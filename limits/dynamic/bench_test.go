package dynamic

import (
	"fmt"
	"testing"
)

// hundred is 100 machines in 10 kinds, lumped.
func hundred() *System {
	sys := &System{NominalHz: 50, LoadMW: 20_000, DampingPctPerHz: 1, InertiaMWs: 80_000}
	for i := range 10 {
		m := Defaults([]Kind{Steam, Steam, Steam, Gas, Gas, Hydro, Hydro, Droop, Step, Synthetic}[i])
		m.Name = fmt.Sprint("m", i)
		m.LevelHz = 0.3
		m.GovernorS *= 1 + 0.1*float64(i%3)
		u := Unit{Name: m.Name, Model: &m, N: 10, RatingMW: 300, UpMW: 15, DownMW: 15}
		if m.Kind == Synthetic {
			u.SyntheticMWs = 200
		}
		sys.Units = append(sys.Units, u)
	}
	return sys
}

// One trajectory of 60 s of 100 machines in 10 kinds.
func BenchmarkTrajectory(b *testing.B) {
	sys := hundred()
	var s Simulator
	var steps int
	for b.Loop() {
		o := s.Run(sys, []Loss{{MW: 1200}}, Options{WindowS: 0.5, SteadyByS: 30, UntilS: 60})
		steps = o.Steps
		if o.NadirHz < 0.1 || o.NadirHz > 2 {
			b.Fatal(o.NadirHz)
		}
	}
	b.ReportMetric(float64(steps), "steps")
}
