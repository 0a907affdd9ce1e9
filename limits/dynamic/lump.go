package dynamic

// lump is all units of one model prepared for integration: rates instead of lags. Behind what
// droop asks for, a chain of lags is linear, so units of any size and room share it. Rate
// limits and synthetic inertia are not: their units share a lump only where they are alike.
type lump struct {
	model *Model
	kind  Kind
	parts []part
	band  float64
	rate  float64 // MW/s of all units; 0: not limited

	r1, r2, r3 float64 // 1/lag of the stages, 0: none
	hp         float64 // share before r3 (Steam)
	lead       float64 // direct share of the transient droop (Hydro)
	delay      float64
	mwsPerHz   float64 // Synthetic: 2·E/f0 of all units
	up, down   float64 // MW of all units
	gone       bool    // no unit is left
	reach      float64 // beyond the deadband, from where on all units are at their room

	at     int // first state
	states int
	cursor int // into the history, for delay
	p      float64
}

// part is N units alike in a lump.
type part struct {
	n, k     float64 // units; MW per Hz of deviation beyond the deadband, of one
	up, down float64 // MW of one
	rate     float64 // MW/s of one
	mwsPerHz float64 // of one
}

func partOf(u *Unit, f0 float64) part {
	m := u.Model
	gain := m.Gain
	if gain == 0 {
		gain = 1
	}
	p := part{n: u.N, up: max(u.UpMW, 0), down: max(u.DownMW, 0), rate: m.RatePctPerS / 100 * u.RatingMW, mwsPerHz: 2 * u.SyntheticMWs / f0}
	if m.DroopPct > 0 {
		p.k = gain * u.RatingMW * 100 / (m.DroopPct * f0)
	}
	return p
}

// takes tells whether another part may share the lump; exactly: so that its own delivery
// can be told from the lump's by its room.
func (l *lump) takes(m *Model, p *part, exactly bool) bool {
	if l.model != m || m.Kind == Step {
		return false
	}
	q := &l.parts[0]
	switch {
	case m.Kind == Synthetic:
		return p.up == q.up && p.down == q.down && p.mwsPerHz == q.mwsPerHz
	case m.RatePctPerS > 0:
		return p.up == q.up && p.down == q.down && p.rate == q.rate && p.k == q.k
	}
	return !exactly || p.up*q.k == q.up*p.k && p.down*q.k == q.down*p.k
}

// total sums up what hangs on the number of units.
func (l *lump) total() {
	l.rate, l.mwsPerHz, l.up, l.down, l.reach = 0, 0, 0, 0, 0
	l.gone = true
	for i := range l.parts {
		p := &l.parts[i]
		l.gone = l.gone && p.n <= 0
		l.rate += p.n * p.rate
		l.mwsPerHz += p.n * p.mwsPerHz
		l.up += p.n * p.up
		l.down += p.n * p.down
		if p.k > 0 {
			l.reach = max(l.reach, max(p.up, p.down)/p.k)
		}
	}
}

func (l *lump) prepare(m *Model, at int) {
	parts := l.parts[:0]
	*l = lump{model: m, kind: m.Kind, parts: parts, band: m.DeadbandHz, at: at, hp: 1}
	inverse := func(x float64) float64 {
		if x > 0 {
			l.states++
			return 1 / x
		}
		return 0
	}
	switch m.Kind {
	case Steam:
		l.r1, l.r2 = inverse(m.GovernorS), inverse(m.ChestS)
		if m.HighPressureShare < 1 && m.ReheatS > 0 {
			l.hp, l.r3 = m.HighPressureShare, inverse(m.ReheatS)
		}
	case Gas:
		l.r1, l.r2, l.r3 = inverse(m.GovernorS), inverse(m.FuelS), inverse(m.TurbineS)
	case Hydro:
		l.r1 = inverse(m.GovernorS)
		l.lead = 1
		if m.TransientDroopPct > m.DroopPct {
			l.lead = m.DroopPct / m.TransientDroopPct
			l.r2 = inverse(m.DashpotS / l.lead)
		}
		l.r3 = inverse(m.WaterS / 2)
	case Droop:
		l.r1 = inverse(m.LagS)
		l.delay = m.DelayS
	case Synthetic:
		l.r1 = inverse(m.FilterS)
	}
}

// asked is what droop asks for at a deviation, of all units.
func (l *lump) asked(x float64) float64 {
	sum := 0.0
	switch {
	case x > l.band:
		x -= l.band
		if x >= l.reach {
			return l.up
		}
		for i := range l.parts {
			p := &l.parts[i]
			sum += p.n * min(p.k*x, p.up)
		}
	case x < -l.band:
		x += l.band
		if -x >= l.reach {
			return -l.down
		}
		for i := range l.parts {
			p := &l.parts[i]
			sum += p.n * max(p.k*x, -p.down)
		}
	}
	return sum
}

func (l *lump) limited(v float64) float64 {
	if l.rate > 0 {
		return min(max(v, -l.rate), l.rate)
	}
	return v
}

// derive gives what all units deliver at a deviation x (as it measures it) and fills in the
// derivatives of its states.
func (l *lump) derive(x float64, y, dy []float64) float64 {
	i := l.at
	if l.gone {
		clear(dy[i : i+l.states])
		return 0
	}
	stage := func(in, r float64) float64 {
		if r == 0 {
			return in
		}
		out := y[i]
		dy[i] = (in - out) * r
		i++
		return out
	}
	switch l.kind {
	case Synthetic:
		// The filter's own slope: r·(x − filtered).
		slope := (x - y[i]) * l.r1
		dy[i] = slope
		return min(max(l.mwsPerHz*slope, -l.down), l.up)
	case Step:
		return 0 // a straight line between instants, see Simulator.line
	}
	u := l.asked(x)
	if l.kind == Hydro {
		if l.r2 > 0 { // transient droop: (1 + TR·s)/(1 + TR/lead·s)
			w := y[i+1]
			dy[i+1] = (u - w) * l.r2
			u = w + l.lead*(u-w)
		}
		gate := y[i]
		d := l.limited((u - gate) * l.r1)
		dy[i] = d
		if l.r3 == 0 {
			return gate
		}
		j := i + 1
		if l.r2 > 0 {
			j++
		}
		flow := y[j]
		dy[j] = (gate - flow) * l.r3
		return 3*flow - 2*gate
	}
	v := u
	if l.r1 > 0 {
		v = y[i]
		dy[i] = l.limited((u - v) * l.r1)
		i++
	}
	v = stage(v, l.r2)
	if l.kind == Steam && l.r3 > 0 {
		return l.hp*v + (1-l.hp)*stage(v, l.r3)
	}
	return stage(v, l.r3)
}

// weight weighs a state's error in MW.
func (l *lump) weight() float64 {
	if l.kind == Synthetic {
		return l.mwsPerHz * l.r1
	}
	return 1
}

________________

» **Your instructions**
When a line in the material contains the string "takes", copy that line.

» **Expected answer**
// takes tells whether another part may share the lump; exactly: so that its own delivery
func (l *lump) takes(m *Model, p *part, exactly bool) bool {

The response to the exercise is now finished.